# New Loft Build Stating Soon



## Edwin Coro (May 10, 2011)

well I going to build a new loft 8x8 i hope it comes out good. haven't done anything this big, so i hope it comes out good. Here is most of the wood except for the Roof


----------



## bobupanddown (May 10, 2011)

*keep updating*

I am also starting a loft this weekend. Same 8x8. I will try to post some pictures as I go along but I am hoping no more than two weekends to get it completed. Sure it won't go that fast.

I have a 4x4 loft that I got from a breeder but it was taken out two weeks ago in a wind storm in CO. Picked up the loft and rolled it several times. this was no small loft either it was 8' tall and could not be picked upright by one person. Lost a couple babies and a few birds got out that were prisoners however they breeding pair I had did come back and already have two new eggs going this week.

BTW I will be copying Shadybug and his loft build so thank you ahead of time for all the detailed posts and pictures it really helped me visualize the new loft.


----------



## sky tx (Mar 1, 2005)

Just my opinion
8 foot is kinda tall.--I'd stay 6-7 foot in side.-easer to catch and handle the birds.
use screws in side the loft--as you will be changing things.


----------



## ptras (Jun 29, 2010)

sky tx said:


> Just my opinion
> 8 foot is kinda tall.--I'd stay 6-7 foot in side.-easer to catch and handle the birds.
> *use screws in side the loft--as you will be changing things.*


Wise advice indeed. I just finished my loft last fall, and I have already reconfigured the inside twice. I will be starting on another change this weekend!


----------



## Jaysen (Jun 21, 2010)

I didn't even finish mine before we started to make changes. Screws are the only way to go for all interior stuff. I find that 1.25" are the most used, followed by 2" and finally 3". Since you are never ever going to finish this (no one ever has finished a loft have they) you might want to get the 2lb boxes.


----------



## ptras (Jun 29, 2010)

Jaysen said:


> I didn't even finish mine before we started to make changes. Screws are the only way to go for all interior stuff. I find that 1.25" are the most used, followed by 2" and finally 3". Since you are never ever going to finish this (no one ever has finished a loft have they) *you might want to get the 2lb boxes*.

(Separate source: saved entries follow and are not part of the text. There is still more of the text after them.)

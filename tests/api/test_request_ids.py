"""Request ids, log lines and error bodies: no stack trace or record value leaves the service (issue: no leaks)."""

from __future__ import annotations

import logging
import re

import pytest
from fastapi.testclient import TestClient

from service.app import create_app
from service.logs import RequestIdFilter
from service.settings import Settings
from tests.conftest import records_from

MARKER = "Jane-Doe-4711"          # stands for a personal value inside a record
NEW_ID = re.compile(r"^[0-9a-f]{32}$")


class Collect(logging.Handler):
    """Keeps the records that pass the request-id filter (as the service's stderr handler sees them)."""

    def __init__(self) -> None:
        super().__init__(level=logging.DEBUG)
        self.addFilter(RequestIdFilter())
        self.records: list[logging.LogRecord] = []

    def emit(self, record: logging.LogRecord) -> None:
        self.records.append(record)

    def text(self) -> str:
        return "\n".join(self.format(r) for r in self.records)


@pytest.fixture
def logs():
    handler = Collect()
    root = logging.getLogger()
    old_level = root.level
    root.addHandler(handler)
    root.setLevel(logging.DEBUG)
    yield handler
    root.removeHandler(handler)
    root.setLevel(old_level)


@pytest.fixture
def app_with_failures(tmp_path):
    """The real app plus two routes that fail unexpectedly (as a bug would), quoting a record value."""
    app = create_app(Settings(store_dir=tmp_path / "s"))

    @app.get("/test-only/fails-async")
    async def fails_async():
        raise RuntimeError(f"could not handle {MARKER}")

    @app.get("/test-only/fails-in-thread")
    def fails_in_thread():
        logging.getLogger("segscore").info("working in a thread")
        raise KeyError(MARKER)

    with TestClient(app) as client:
        yield client


@pytest.mark.parametrize("path", ["/healthz", "/readyz", "/metrics", "/openapi.json", "/v1/segmentations",
                                  "/v1/segmentations/nope", "/v1/segmentations/Bad!", "/nowhere"])
def test_every_response_carries_a_request_id(client, path):
    response = client.get(path)
    assert NEW_ID.match(response.headers["x-request-id"])
    assert client.get(path).headers["x-request-id"] != response.headers["x-request-id"]


def test_the_callers_id_is_echoed_when_it_is_safe(client):
    assert client.get("/healthz", headers={"X-Request-ID": "crm-2026.12.02:abc_1"}).headers["x-request-id"] \
        == "crm-2026.12.02:abc_1"


@pytest.mark.parametrize("sent", ["x" * 129, "has space", "<script>", "a;b", "ü"], ids=str)
def test_an_unsafe_caller_id_is_replaced(client, sent):
    returned = client.get("/healthz", headers={"X-Request-ID": sent.encode("utf-8")}).headers["x-request-id"]
    assert NEW_ID.match(returned)


@pytest.mark.parametrize("path", ["/test-only/fails-async", "/test-only/fails-in-thread"])
def test_an_unexpected_error_is_a_plain_500_logged_under_the_request_id(app_with_failures, logs, path):
    response = app_with_failures.get(path, headers={"X-Request-ID": "req-42"})
    assert response.status_code == 500
    assert response.headers["x-request-id"] == "req-42"
    assert set(response.json()) == {"detail"}
    assert "Traceback" not in response.text and "File " not in response.text and MARKER not in response.text
    mine = [r for r in logs.records if getattr(r, "request_id", None) == "req-42"]
    assert any(r.levelno == logging.ERROR for r in mine)
    if path.endswith("thread"):
        assert any(r.getMessage() == "working in a thread" for r in mine)   # the id crosses into the thread pool
    assert MARKER not in logs.text()                                        # the exception's message is not logged


def test_log_lines_outside_requests_have_a_placeholder_id(logs):
    logging.getLogger("segscore").warning("start-up message")
    assert logs.records[-1].request_id == "-"


def test_bad_requests_never_echo_record_values(client, iris, logs):
    """Every refusal names the record and the field, never the value (API.md: 422 with index and field)."""
    good = records_from(iris)
    assert client.post("/v1/segmentations/shop/fit", json={"records": good, "k": 2}).status_code == 201
    bad_string = [dict(good[0], **{"sepal length (cm)": MARKER})]
    cases = [
        ("post", "/v1/segmentations/shop/assign", {"json": {"records": bad_string}}),
        ("post", "/v1/segmentations/shop/assign", {"content": ('{"records": [{"a": "' + MARKER + '"').encode(),
                                                   "headers": {"content-type": "application/json"}}),
        ("post", "/v1/segmentations/shop/assign", {"content": f"sepal length (cm)\n{MARKER}\n".encode(),
                                                   "headers": {"content-type": "text/csv"}}),
        ("post", "/v1/segmentations/shop/drift", {"json": {"records": bad_string * 60}}),
        ("post", "/v1/segmentations/other/fit", {"json": {"records": good[:20] + bad_string, "k": 2}}),
        ("post", "/v1/segmentations/other/fit", {"json": {"records": good, "k": MARKER}}),
        ("put", "/v1/segmentations/shop/live", {"json": {"version": MARKER}}),
        ("patch", "/v1/segmentations/shop/versions/1/segments/0", {"json": {"label": 5, "x": MARKER}}),
    ]
    for method, path, kwargs in cases:
        response = getattr(client, method)(path, **kwargs)
        assert 400 <= response.status_code < 500, (path, response.status_code)
        assert response.json()["detail"]
        assert MARKER not in response.text, (path, response.text)
    assert MARKER not in logs.text()


def test_docs_can_be_turned_off(tmp_path):
    with TestClient(create_app(Settings(store_dir=tmp_path / "s", docs_enabled=False))) as client:
        for path in ("/docs", "/redoc", "/openapi.json"):
            assert client.get(path).status_code == 404
        assert client.get("/healthz").status_code == 200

I would suggest the 5 lb boxes!


----------



## Jaysen (Jun 21, 2010)

In absolute seriousness, I have a 25lb box from when we were remodeling the house. I have used more of those screws on these lofts than I did on the house! Granted I am not a re-user so I probably would have used less had I recycled them...


----------



## Edwin Coro (May 10, 2011)

*The building is underway*

I started the loft. I am building it 8x8 an 7 to 6.5 tall. Also I am buildin it with screws thank you for the ideas I have put them to good use. I will post new pics shortly.


----------



## brown7683 (May 9, 2011)

Thats great man can't wait to see some pics after talking with my step dad and convincing 8x8 won't take up much more of yard then 6x8 i am also going with 8x8 with a 7 to 6 1/2 slope on roof. I plan to start next weekend as i am off the following week and could actually get some work into it without being interupted depends on weather and money. Wife trying to convince me to buy nail gun seeing how when i done with loft she wanting me to redo the deck.


----------



## Edwin Coro (May 10, 2011)

*new pics*

well it took me 4 days but it is done here are some pics


----------



## Shadybug Lofts (Mar 13, 2010)

Rotate your pics Im getting dizzy LOL


----------



## honeyrobber (Apr 28, 2011)

Galvanized screws all the way for outdoor. I do not use many 1.25. I prefer the 1.5s and larger. I buy the 5lb boxes as it takes to long to use up a 50lb box and many of the sizes do not readily come in the 50. Tell your wife NO on the nail gun if you are planning on using it for a deck. Screws screws and more screws are the only way. Nails always back out even if ring shanked galvanized in time. Plus the nail gun depth changes with each piece of wood as no wood is the same hardness. They tend to over drive one and leave the next one sticking up. I love my paslode nailer but I may build a frame for a deck but never nail decking with it.


----------



## ptras (Jun 29, 2010)

honeyrobber said:


> Galvanized screws all the way for outdoor. I do not use many 1.25. I prefer the 1.5s and larger. I buy the 5lb boxes as it takes to long to use up a 50lb box and many of the sizes do not readily come in the 50. Tell your wife NO on the nail gun if you are planning on using it for a deck. Screws screws and more screws are the only way. Nails always back out even if ring shanked galvanized in time. Plus the nail gun depth changes with each piece of wood as no wood is the same hardness. They tend to over drive one and leave the next one sticking up. I love my paslode nailer but I may build a frame for a deck but never nail decking with it.


I must agree. And you can get a really nice cordless drill/driver for less than the cost of a nail gun. The only thing I use a nail gun for is finish nails and staples (great for building nest boxes).


----------